Рассказы - Вашингтон Ирвинг
Шрифт:
Интервал:
Закладка:
Оказалось, что из этих двух представительниц прекрасного пола теперь в уходе и попечении нуждается главным образом тетушка, ибо со страху она окончательно потеряла голову. Что же до юной невесты, то даже призрак ее возлюбленного – и тот казался ей милым. В нем заключалось как-никак какое-то подобие мужской красоты, и хотя тень мужчины едва ли способна удовлетворить пылкие чувства жаждущей любви девушки, но раз нет ничего посущественнее, то и в ней можно найти чуточку утешения. Тетушка заявила, что не станет спать в этой комнате; в свою очередь и племянница, впервые в жизни выказав непослушание, столь же решительно заявила, что не станет спать ни в каком другом помещении замка, из чего последовал вывод, что ей придется спать в одиночестве. При этом она взяла с тетушки обещание не разглашать истории с призраком и не лишать ее последней оставшейся ей на земле горькой отрады, а именно, занимать комнату, у которой тень ее милого выстаивает ночами на страже.
Как долго могла бы держать свое слово добрая старая дама, сказать невозможно, – она обожала тараторить про всякие чудеса, и если бы ей удалось раньше других рассказать об этой жуткой истории, ее ожидал бы настоящий триумф. Впрочем, в этих местах еще и поныне в качестве достопамятного примера женской сдержанности ссылаются на то обстоятельство, что тетушка боролась с искушением в течение целой недели, пока как-то за утренним завтраком с нее не были сняты дальнейшие ограничения, ибо обнаружилось, что юная дева бесследно исчезла. Ее комната была пуста, постель не смята, окно раскрыто – птичка упорхнула!
Изумление и тревогу, порожденные этим известием, могут вообразить только те, кто когда-либо присутствовал при суматохе, которую несчастья великого человека вызывают между его друзьями. Даже бедные родственники – и те прервали на время свои неутомимые труды за обеденным столом. Вдруг тетушка, которая в первую минуту потеряла дар речи, всплеснула руками и вскрикнула:
– Призрак... призрак... ее унес призрак! В немногих словах рассказала она о жуткой сцене в саду и закончила утверждением, что невесту, бесспорно, похитил призрак. Двое слуг подкрепили это предположение; они показали, что приблизительно в полночь слышали у подножия горы цоканье конских копыт; то был, без сомнения, призрак, на вороном скакуне умчавший невесту в могилу. Присутствующим ничего иного не оставалось, как допустить вероятность этой ужасной догадки, ибо случаи подобного рода не представляют в Германии ничего необычного, что подтверждается великим множеством вполне достоверных рассказов.

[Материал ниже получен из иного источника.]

/** What a run screen says to somebody who cannot see it: names by role, read in one look. */
import type { Page } from '@playwright/test';

export interface SeenButton {
  name: string;
  disabled: boolean;
}

export interface Seen {
  /** the text of the look, without its clocks */
  text: string;
  /** what is asked, to tell one question from the next: whatever is typed or disabled for a moment leaves it as it is */
  question: string;
  /** the one level-1 heading: the title of the step */
  title: string;
  /** buttons outside the answers */
  buttons: readonly SeenButton[];
  /** the answers in their order */
  answers: readonly SeenButton[];
  /** name of the field for a reading, or null */
  entry: string | null;
  /** as it stands at the field, without the word "Limit" */
  limit: string | null;
  /** boxes that are not ticked yet */
  unticked: readonly string[];
  /** time that is still to wait, in milliseconds */
  waitMs: number;
}

export const READ = 'I have read this';
export const ASK = 'Ask for the countersign';
export const WAITS = 'Look for the answer now';
const GATES: readonly string[] = [READ, ASK, WAITS];

const ELEMENT = /^(\s*)- (\w+)(?: "((?:[^"\\]|\\.)*)")?(.*)$/;

/** Reads the main region of the page. */
export async function readScreen(page: Page): Promise<Seen> {
  return seenIn(await page.getByRole('main').ariaSnapshot());
}

/** Understands an ARIA snapshot of a run screen. */
export function seenIn(snapshot: string): Seen {
  const buttons: SeenButton[] = [];
  const answers: SeenButton[] = [];
  const unticked: string[] = [];
  const asks: string[] = [];
  let [title, entry] = ['', null as string | null];
  let dock: number | null = null;
  for (const line of snapshot.split('\n')) {
    const [, indent = '', role = '', quoted = '', rest = ''] = ELEMENT.exec(line.replace(/^(\s*- )'(.*)'(:.*)?$/, '$1$2$3').replace(/''/g, "'")) ?? [];
    if (role === '') continue;
    const name = quoted.replace(/\\(.)/g, '$1');
    if (dock !== null && indent.length <= dock) dock = null;
    if (role === 'group' && name === 'Answers') dock = indent.length;
    if (role === 'heading' && rest.includes('[level=1]')) title = name;
    if (role === 'heading' || role === 'textbox' || role === 'checkbox') asks.push(name);
    if (role === 'button' && GATES.includes(name)) asks.push(name);
    if (role === 'textbox') entry ??= name;
    if (role === 'checkbox' && !rest.includes('[checked]')) unticked.push(name);
    if (role === 'button') (dock === null ? buttons : answers).push({ name, disabled: rest.includes('[disabled]') });
  }
  const clock = /\b(?:(\d+):)?(\d\d):(\d\d)\b/.exec(timerIn(snapshot));
  return {
    text: snapshot.replace(/\d+:\d\d/g, ''),
    question: [...asks, /\b\d+ of \d+\b/.exec(snapshot)?.[0] ?? ''].join(' | '),
    title,
    buttons,
    answers,
    entry,
    limit: /\bLimit:? ([^\n"]*)/.exec(snapshot)?.[1] ?? null,
    unticked,
    waitMs: clock === null ? 0 : ((Number(clock[1] ?? 0) * 60 + Number(clock[2])) * 60 + Number(clock[3])) * 1000,
  };
}

/** The countdown, or nothing once the wait is over. */
function timerIn(snapshot: string): string {
  const at = snapshot.indexOf('- timer ');
  if (at < 0) return '';
  const timer = snapshot.slice(at, at + 160);
  return timer.includes('the wait is over') ? '' : timer;
}
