/** The explicit search with whole facts is the oracle of the fixpoint over bits. */
import * as fc from 'fast-check';
import { describe, expect, it } from 'vitest';

import { defaultSettings } from '@/flows/document/settings';
import type { Tree } from '@/flows/document/tree';
import { layOut } from '@/flows/machine/program';
import { fixpointOf } from '@/flows/proof/fixpoint';
import { graphOf } from '@/flows/proof/graph';
import { owedFindings } from '@/flows/proof/owed';
import { startFacts } from '@/flows/proof/prove';
import { search } from '@/flows/proof/search';

import { benchProfile, makeDeadTree } from '../support/bench';
import { randomForest, randomTree } from '../support/randomTree';

const runs = Number(process.env['PROOF_CASES'] ?? 300);

interface Forest {
  tree: Tree;
  callees: readonly Tree[];
}

/** Whether the verdict of the passes is that of the explicit search; true where the tree holds. */
function agree({ tree, callees }: Forest): boolean {
  const { layout, faults } = layOut({ tree, callees, profile: benchProfile, settings: defaultSettings });
  expect(faults).toEqual([]);
  const graph = graphOf(layout);
  for (const node of graph.nodes.values()) for (const edge of node.edges) expect(graph.nodes.has(edge.to)).toBe(true);
  const start = startFacts(layout);
  const bits = fixpointOf(graph, start);
  const verdict = new Set([...bits.broken.map((b) => b.rule), ...owedFindings(graph).map((o) => o.rule)]);
  const explicit = search(graph, start, { limit: 100_000, counters: false, wanted: null });
  expect(explicit.limited).toBe(false);
  // every story's rule is in the verdict, and a verdict is never empty-handed
  for (const rule of explicit.stories.keys()) expect(verdict).toContain(rule);
  expect(verdict.size > 0).toBe(explicit.stories.size > 0);
  return verdict.size === 0;
}

describe('the fixpoint', () => {
  it.each<[string, fc.Arbitrary<Forest>]>([
    ['one tree', randomTree().map((tree) => ({ tree, callees: [makeDeadTree] }))],
    ['trees that call trees, three deep', randomForest()],
  ])('finds it broken exactly when the explicit search reaches a step that it may not enter: %s', { timeout: 120_000 + runs * 400 }, (_, forests) => {
    let holding = 0;
    let breaking = 0;
    fc.assert(
      fc.property(forests, (forest) => {
        if (agree(forest)) holding += 1;
        else breaking += 1;
      }),
      { numRuns: runs },
    );
    // both kinds were seen, so the equality says something
    expect(holding).toBeGreaterThan(5);
    expect(breaking).toBeGreaterThan(5);
  });
});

До чего же плачевно было положение бедняги барона! Душераздирающая дилемма предстала теперь перед ним, нежным отцом и представителем достославного рода Каценеленбоген. Одно из двух: либо его дочь, его единственное дитя, похищена мертвецом, либо ему предстоит иметь зятем кого-нибудь из лесных духов, а внучатами, чего доброго, – выводок лешенят. Как обычно, он потерял голову и поставил весь замок на ноги. Людям было приказано седлать лошадей и обшарить все дороги, тропы и долы Оденвальда. Сам барон, облачившись в ботфорты и препоясавшись мечом, приготовился было вскочить на коня, чтоб пуститься в безнадежные поиски, но неожиданное событие задержало его отъезд.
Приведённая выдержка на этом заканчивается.